Ömer Türker, İslam kelamcılarında fizik-metafizik ilişkisinden bahsetti. “İslam kelamcıları, nefs ve akıl kavramlarının, hareket türlerini açıklamak için metafizik düşünceye girdiğini Hicrî II. yüzyılda fark ettiler. Bu sebeple nefs kavramın yerine kudret kavramını koyarak nesfler ve akıllara yüklenen işlevi, tamamıyla kudret kavramına taşıdılar. Kelamcılar, kudreti; “irade doğrultusunda tesir eden sıfat olarak veya “farklı türden fiillerin yakın ilkesi olan şey” olarak tanımladılar. Ehl-i sünnet kelamı, nesnelerin bütün hareket ve sükûnunu doğrudan ilahi kudrete dayandırdığından, oluşlar arasında herhangi bir sebep-sonuç ilişkisini reddetti. Filozoflar ise nefsler ve akıllara verdiği konumu doğrudan ilahi kudrete yüklediler. Tabiat teorisinin bir parçası olan kudret, sadece ilahi kudretin yaratma kudretinin bir ifadesi olarak teoriye dâhil edildi.”
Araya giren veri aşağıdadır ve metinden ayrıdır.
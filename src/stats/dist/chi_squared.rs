//! The chi-squared distribution.

use std::f64::consts::TAU;

use libm::{exp, log};

use super::beta::BothTails;
use super::gamma::{deviance, stirling_error};
use super::{DistributionError, Domain};

const DOMAIN: Domain = Domain("chi-squared");

/// Terms after which the series or fraction is given up.
const MOST_TERMS: usize = 200_000;

fn tails(x: f64, df: f64) -> Result<BothTails, DistributionError> {
    DOMAIN.finite("the statistic", x)?;
    DOMAIN.positive("the degrees of freedom", df)?;
    if x <= 0.0 {
        return Ok(BothTails { lower: 0.0, upper: 1.0 });
    }
    let (a, x) = (df / 2.0, x / 2.0);
    // x^a e^-x / Gamma(a)
    let exponent = -stirling_error(a) - deviance(a, a - x, || log(x / a));
    let factor = (a / TAU).sqrt() * exp(exponent);
    if x <= a + 1.0 {
        let lower = (factor * lower_series(a, x)?).min(1.0);
        Ok(BothTails { lower, upper: 1.0 - lower })
    } else {
        let upper = factor * upper_fraction(a, x)?;
        Ok(BothTails { lower: 1.0 - upper, upper })
    }
}

/// sum of x^n / (a (a+1) ... (a+n)) (Abramowitz & Stegun 6.5.29).
fn lower_series(a: f64, x: f64) -> Result<f64, DistributionError> {
    let mut term = 1.0 / a;
    let mut sum = term;
    for n in 1..=MOST_TERMS {
        term *= x / (a + n as f64);
        sum += term;
        if term < 1e-17 * sum {
            return Ok(sum);
        }
    }
    Err(unsettled())
}

/// The continued fraction of the upper incomplete gamma function by Lentz's
/// algorithm (Abramowitz & Stegun 6.5.31, contracted).
fn upper_fraction(a: f64, x: f64) -> Result<f64, DistributionError> {
    let mut b = x + 1.0 - a;
    let mut c = 1e300;
    let mut d = 1.0 / b;
    let mut value = d;
    for n in 1..=MOST_TERMS {
        let m = n as f64;
        let numerator = -m * (m - a);
        b += 2.0;
        let denominator = numerator * d + b;
        d = 1.0 / if denominator.abs() < 1e-300 { 1e-300 } else { denominator };
        c = b + numerator / c;
        if c.abs() < 1e-300 {
            c = 1e-300;
        }
        let change = d * c;
        value *= change;
        if (change - 1.0).abs() < 2e-16 {
            return Ok(value);
        }
    }
    Err(unsettled())
}

fn unsettled() -> DistributionError {
    DOMAIN.out_of_reach("the expansion did not settle for degrees of freedom this large")
}

/// P(X > `x`) with `df` degrees of freedom, fractional ones included; 1 for
/// `x` not above 0.
///
/// # Errors
/// `x` not finite; `df` not finite and above 0.
///
/// ```
/// // Two degrees of freedom: exp(-x / 2).
/// let p = aforesaid::stats::dist::chi_squared::upper_tail(1400.0, 2.0).unwrap();
/// assert!((p / libm::exp(-700.0) - 1.0).abs() < 1e-12);
/// ```
pub fn upper_tail(x: f64, df: f64) -> Result<f64, DistributionError> {
    Ok(tails(x, df)?.upper)
}

/// P(X <= `x`), the companion of [`upper_tail`].
///
/// # Errors
/// As for [`upper_tail`].
pub fn lower_tail(x: f64, df: f64) -> Result<f64, DistributionError> {
    Ok(tails(x, df)?.lower)
}
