//! The noncentral F distribution, as a Poisson mixture of beta distributions.
//!
//! P(F <= f) = sum over j of Poisson(j; lambda / 2) I_y(df1 / 2 + j, df2 / 2)
//! with y = df1 f / (df1 f + df2), summed from the mode of the Poisson weights
//! outwards with the beta tails stepped by recurrence (Benton & Krishnamoorthy
//! 2003, *Computational Statistics & Data Analysis* 43:249).

use std::f64::consts::TAU;

use libm::{exp, log};

use super::beta::Point;
use super::gamma::{deviance, stirling_error};
use super::{DistributionError, Domain, fisher, normal};

const DOMAIN: Domain = Domain("noncentral F");

/// Terms are left out below this fraction of the sum.
const NEGLIGIBLE: f64 = 1e-18;

/// Terms of the mixture after which it is given up (lambda of about 1e10).
const MOST_TERMS: usize = 2_000_000;

const TOO_MANY_TERMS: &str = "the noncentrality is too large for the series";
const TOO_FAR: &str = "the value lies too far in the tail to be computed";

fn check(f: f64, df1: f64, df2: f64) -> Result<(), DistributionError> {
    DOMAIN.not_negative("the statistic", f)?;
    DOMAIN.positive("the numerator's degrees of freedom", df1)?;
    DOMAIN.positive("the denominator's degrees of freedom", df2)
}

/// Both tails at one point, and the rate at which the upper one grows with lambda.
#[derive(Clone, Copy)]
struct Mixture {
    lower: f64,
    upper: f64,
    slope: f64,
}

/// One term of the mixture: the Poisson weight, both beta tails and their next difference.
#[derive(Clone, Copy)]
struct Term {
    weight: f64,
    lower: f64,
    upper: f64,
    difference: f64,
}

/// Poisson probability of `count` at `mean` (Loader 2000).
fn poisson(count: f64, mean: f64) -> f64 {
    if count == 0.0 {
        return exp(-mean);
    }
    let exponent = -stirling_error(count) - deviance(count, count - mean, || log(mean / count));
    exp(exponent) / (TAU * count).sqrt()
}

/// The beta point y = df1 f / (df1 f + df2) of the term with `count` events.
fn beta_point(f: f64, df1: f64, df2: f64, count: f64) -> Point {
    let (a, b) = (df1 / 2.0 + count, df2 / 2.0);
    // Seen from the other side the point has ratio (df1 f / 2) / a.
    let ratio = df1 / 2.0 * f / a;
    let less_one = (df1 / 2.0 * (f - 1.0) - count) / a;
    Point::at_ratio(b, a, ratio, less_one, log(f) + log(df1 / (2.0 * a))).mirrored()
}

fn mixture(f: f64, df1: f64, df2: f64, lambda: f64) -> Result<Mixture, DistributionError> {
    let mean = lambda / 2.0;
    let (half1, half2) = (df1 / 2.0, df2 / 2.0);
    let mode = mean.floor();
    let point = beta_point(f, df1, df2, mode);
    let (y, tails) = (point.x, point.both_tails()?);
    let start = Term {
        weight: poisson(mode, mean),
        lower: tails.lower,
        upper: tails.upper,
        // I_y(a, b) - I_y(a + 1, b)
        difference: point.density_factor() / point.a,
    };
    let mut sum = Mixture { lower: 0.0, upper: 0.0, slope: 0.0 };
    let mut previous = (0.0, 0.0);
    // True once the term no longer counts and the terms shrink.
    let mut add = |term: Term| {
        let (lower, upper) = (term.weight * term.lower, term.weight * term.upper);
        sum.lower += lower;
        sum.upper += upper;
        sum.slope += 0.5 * term.weight * term.difference;
        let done = lower <= NEGLIGIBLE * sum.lower && upper <= NEGLIGIBLE * sum.upper && lower <= previous.0 && upper <= previous.1;
        previous = (lower, upper);
        done
    };
    add(start);
    let mut term = start;
    let mut count = mode;
    let mut steps = 0;
    loop {
        let a = half1 + count;
        term.lower = (term.lower - term.difference).max(0.0);
        term.upper = (term.upper + term.difference).min(1.0);
        term.difference *= y * (a + half2) / (a + 1.0);
        count += 1.0;
        term.weight *= mean / count;
        if add(term) {
            break;
        }
        steps += 1;
        if steps > MOST_TERMS {
            return Err(DOMAIN.out_of_reach(TOO_MANY_TERMS));
        }
    }
    let mut term = start;
    let mut count = mode;
    while count > 0.0 {
        let a = half1 + count;
        term.difference *= a / (y * (a - 1.0 + half2));
        term.lower = (term.lower + term.difference).min(1.0);
        term.upper = (term.upper - term.difference).max(0.0);
        term.weight *= count / mean;
        count -= 1.0;
        if add(term) {
            break;
        }
        steps += 1;
        if steps > MOST_TERMS {
            return Err(DOMAIN.out_of_reach(TOO_MANY_TERMS));
        }
    }
    Ok(sum)
}

fn tails(f: f64, df1: f64, df2: f64, lambda: f64) -> Result<Mixture, DistributionError> {
    check(f, df1, df2)?;
    DOMAIN.not_negative("the noncentrality", lambda)?;
    if f == 0.0 {
        return Ok(Mixture { lower: 0.0, upper: 1.0, slope: 0.0 });
    }
    mixture(f, df1, df2, lambda)
}

fn within_reach(p: f64, f: f64) -> Result<f64, DistributionError> {
    if p > 1e-290 || f == 0.0 { Ok(p.min(1.0)) } else { Err(DOMAIN.out_of_reach(TOO_FAR)) }
}

/// P(F <= `f`) with `df1` and `df2` degrees of freedom and noncentrality `lambda`.
///
/// # Errors
/// `f` or `lambda` not finite and at least 0; df not finite and above 0;
/// `lambda` beyond about 1e10; a value below 1e-290.
pub fn lower_tail(f: f64, df1: f64, df2: f64, lambda: f64) -> Result<f64, DistributionError> {
    within_reach(tails(f, df1, df2, lambda)?.lower, f)
}

/// P(F > `f`), the companion of [`lower_tail`].
///
/// # Errors
/// As for [`lower_tail`].
pub fn upper_tail(f: f64, df1: f64, df2: f64, lambda: f64) -> Result<f64, DistributionError> {
    within_reach(tails(f, df1, df2, lambda)?.upper, f)
}

/// The interval for the noncentrality at confidence `level`: the lower limit
/// has P(F >= f) = (1 - level) / 2, the upper limit P(F <= f) = (1 - level) / 2
/// (Steiger 2004).
///
/// With p the central tail at `f`, the lower limit is 0 where p > (1 - level) / 2
/// and both are 0 where p > (1 + level) / 2: no noncentrality reaches those tails.
///
/// # Errors
/// As for [`lower_tail`]; `level` not inside 0 to 1.
///
/// ```
/// use aforesaid::stats::dist::noncentral_f::noncentrality_limits;
/// let (lower, upper) = noncentrality_limits(4.2, 3.0, 57.0, 0.90).unwrap();
/// assert!((lower - 1.76850706).abs() < 1e-8 && (upper - 25.34825156).abs() < 1e-8);
/// ```
pub fn noncentrality_limits(f: f64, df1: f64, df2: f64, level: f64) -> Result<(f64, f64), DistributionError> {
    check(f, df1, df2)?;
    DOMAIN.probability("the confidence level", level)?;
    let each = 0.5 * (1.0 - level);
    let z = normal::quantile_upper(each)?;
    let lower = if fisher::upper_tail(f, df1, df2)? >= each { 0.0 } else { solve(f, df1, df2, each, z, Side::Lower)? };
    let upper = if fisher::lower_tail(f, df1, df2)? <= each { 0.0 } else { solve(f, df1, df2, each, z, Side::Upper)? };
    Ok((lower, upper))
}

/// Which limit is looked for.
#[derive(Clone, Copy, PartialEq)]
enum Side {
    Lower,
    Upper,
}

/// Newton's method on the probit scale in the root of lambda, inside a bracket.
fn solve(f: f64, df1: f64, df2: f64, target: f64, z: f64, side: Side) -> Result<f64, DistributionError> {
    let (mut left, mut right) = (0.0_f64, f64::INFINITY);
    let mut root = first_guess(f, df1, df2, if side == Side::Lower { -z } else { z });
    for _ in 0..200 {
        let here = mixture(f, df1, df2, root * root)?;
        let (tail, sign) = if side == Side::Lower { (here.upper, 1.0) } else { (here.lower, -1.0) };
        if sign * (tail - target) > 0.0 {
            right = right.min(root);
        } else {
            left = left.max(root);
        }
        // d tail / d root = sign * 2 root * slope
        let newton = if tail > 0.0 && tail < 1.0 && here.slope > 0.0 {
            let probit = normal::quantile_upper(tail)?;
            root - sign * (z - probit) * normal::density(probit) / (2.0 * root * here.slope)
        } else {
            f64::NAN
        };
        // The steps converge quadratically: after one this small nothing is left to gain.
        if (newton - root).abs() <= 1e-8 * root {
            return Ok(newton * newton);
        }
        root = if newton > left && newton < right {
            newton
        } else if right.is_finite() {
            0.5 * (left + right)
        } else {
            2.0 * root + 1.0
        };
    }
    Err(DOMAIN.out_of_reach("the search for the noncentrality did not settle"))
}

/// sqrt of a normal approximation to the limit: df1 F has mean df1 + lambda and
/// variance 2 (df1 + 2 lambda) + 2 (df1 + lambda)^2 / df2.
fn first_guess(f: f64, df1: f64, df2: f64, z: f64) -> f64 {
    let estimate = (df1 * (f - 1.0)).max(0.0);
    let spread = |lambda: f64| {
        let total = df1 + lambda;
        (2.0 * (df1 + 2.0 * lambda) + 2.0 * total * total / df2).sqrt()
    };
    let first = (estimate + z * spread(estimate)).max(0.1);
    let second = estimate + z * spread(first);
    second.max(0.1 * first).sqrt()
}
Türker, “İnsanın metafizik idraki, fizik bilimlerin bir uzantısı mıdır?” sorusu üzerinden fizik-metafizik tartışmasını daha geniş çerçevede ele aldı. “Hareket teorisini, fiziksel olmayan bir açıdan metafizik ilkelerle ilişkilendirmenin iki yönüne işaret edebiliriz. Birincisi; kelam, metafizik ve tasavvuf gibi varlık araştırması yapan disiplinlerin hem İslam öncesindeki hem İslam’daki tarihi, insanın fiziğin ötesine geçen idrakinin, fizik dünyanın bilimsel bilgisine değil, insan aklının zorunlu idraklerine dayandığını göstermektedir. Metafizik, öncelikle insanın kendi varlığına ilişkin apaçık bir idrakinden yola çıkar. Felsefe, kelam ve tasavvuf geleneklerinin ortaklaşa dile getirdiği üzere duyu idrakleri, varlık kavrayışının tümelleşmesi sürecinde inşa edici değil uyarıcı ve hazırlayıcı bir işlev görür. Aklın kendi üzerine düşünebilme kabiliyeti diğer bir deyişle insanın bilen bir özne olması, bilginin nesnesinin her şeyden önce insanın kendisi olduğunu gösterir. Kelamcıların kadim-hadis, genel olarak filozofların illet-ma’lul, Amiri ve İbn Sina’nın zorunlu-mümkün ayrımları, tek bir noktaya işaret eder: Fail ilkenin zorunluluğu. Bu fail ilkenin filozofların düşündüğü anlamda salt varlık oluşu, kelamcıların düşündüğü anlamda sıfatlarla mücehhez bir zat yahut vahdet-i vücudcu sufilerin düşündüğü anlamda varlık olmak bakımından varlık oluşu ikinci bir tartışmadır. Fizik teorileri, bir şeyin oluşum süreçlerini yapabiliyorsa tasvir edebilir fakat onun niçin o şey olduğuna dair apaçık bir açıklamaya varması mümkün değildir. Var olan her şey, fail bir ilkenin bilgisi olduğu için kendisi olarak vardır.”
Türker, fizik-metafizik ilişkisi hakkında neticede: “Varlık üzerine külli bir tefekkür faaliyeti olarak metafizik idrakler, hiç kuşkusuz insanın bütün idrak araçlarından beslenir ama duyusal idrakin bir uzantısı olarak ortaya çıkmaz. Bu sebeple de belirli bir fiziksel öğretiyle olan ilişkisi zorunlu değildir. Fakat dönemlerin fizik teorileri ile her türden metafizik öğreti arasında talimi bir ilişki vardır.” dedi.